Stored data entries:
=======

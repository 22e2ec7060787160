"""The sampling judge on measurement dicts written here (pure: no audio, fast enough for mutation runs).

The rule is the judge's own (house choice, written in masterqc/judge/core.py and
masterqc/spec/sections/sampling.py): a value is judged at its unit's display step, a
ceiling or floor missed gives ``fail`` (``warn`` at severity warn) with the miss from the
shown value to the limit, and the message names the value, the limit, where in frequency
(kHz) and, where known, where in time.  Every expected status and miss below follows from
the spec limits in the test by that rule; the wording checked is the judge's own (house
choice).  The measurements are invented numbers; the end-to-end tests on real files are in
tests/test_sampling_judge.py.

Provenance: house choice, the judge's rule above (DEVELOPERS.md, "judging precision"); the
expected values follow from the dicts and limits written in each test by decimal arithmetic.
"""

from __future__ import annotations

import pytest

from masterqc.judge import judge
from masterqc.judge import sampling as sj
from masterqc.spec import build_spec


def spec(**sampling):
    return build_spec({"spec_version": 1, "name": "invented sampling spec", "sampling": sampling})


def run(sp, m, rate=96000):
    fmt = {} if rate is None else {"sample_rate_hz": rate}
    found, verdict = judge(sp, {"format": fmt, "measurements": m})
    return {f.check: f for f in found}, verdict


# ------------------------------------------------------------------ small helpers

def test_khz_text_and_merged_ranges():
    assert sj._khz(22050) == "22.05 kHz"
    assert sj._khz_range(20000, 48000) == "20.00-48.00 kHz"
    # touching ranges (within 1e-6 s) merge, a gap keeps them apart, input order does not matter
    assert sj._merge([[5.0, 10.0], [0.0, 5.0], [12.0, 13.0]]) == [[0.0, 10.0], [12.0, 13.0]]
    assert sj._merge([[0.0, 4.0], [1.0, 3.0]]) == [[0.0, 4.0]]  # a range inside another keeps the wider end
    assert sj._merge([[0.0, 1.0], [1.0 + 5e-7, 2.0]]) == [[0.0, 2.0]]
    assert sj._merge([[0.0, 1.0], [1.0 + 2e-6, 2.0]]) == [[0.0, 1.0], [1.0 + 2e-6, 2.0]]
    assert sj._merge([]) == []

=======

YOUR TASK
Write out each line exactly, as it is shown above.

ANSWER TO THE EXERCISE
repository 22e2ec7060787160
"""The sampling judge on measurement dicts written here (pure: no audio, fast enough for mutation runs).

The rule is the judge's own (house choice, written in masterqc/judge/core.py and
masterqc/spec/sections/sampling.py): a value is judged at its unit's display step, a
ceiling or floor missed gives ``fail`` (``warn`` at severity warn) with the miss from the
shown value to the limit, and the message names the value, the limit, where in frequency
(kHz) and, where known, where in time.  Every expected status and miss below follows from
the spec limits in the test by that rule; the wording checked is the judge's own (house
choice).  The measurements are invented numbers; the end-to-end tests on real files are in
tests/test_sampling_judge.py.

Provenance: house choice, the judge's rule above (DEVELOPERS.md, "judging precision"); the
expected values follow from the dicts and limits written in each test by decimal arithmetic.
"""

from __future__ import annotations

import pytest

from masterqc.judge import judge
from masterqc.judge import sampling as sj
from masterqc.spec import build_spec


def spec(**sampling):
    return build_spec({"spec_version": 1, "name": "invented sampling spec", "sampling": sampling})


def run(sp, m, rate=96000):
    fmt = {} if rate is None else {"sample_rate_hz": rate}
    found, verdict = judge(sp, {"format": fmt, "measurements": m})
    return {f.check: f for f in found}, verdict


# ------------------------------------------------------------------ small helpers

def test_khz_text_and_merged_ranges():
    assert sj._khz(22050) == "22.05 kHz"
    assert sj._khz_range(20000, 48000) == "20.00-48.00 kHz"
    # touching ranges (within 1e-6 s) merge, a gap keeps them apart, input order does not matter
    assert sj._merge([[5.0, 10.0], [0.0, 5.0], [12.0, 13.0]]) == [[0.0, 10.0], [12.0, 13.0]]
    assert sj._merge([[0.0, 4.0], [1.0, 3.0]]) == [[0.0, 4.0]]  # a range inside another keeps the wider end
    assert sj._merge([[0.0, 1.0], [1.0 + 5e-7, 2.0]]) == [[0.0, 2.0]]
    assert sj._merge([[0.0, 1.0], [1.0 + 2e-6, 2.0]]) == [[0.0, 1.0], [1.0 + 2e-6, 2.0]]
    assert sj._merge([]) == []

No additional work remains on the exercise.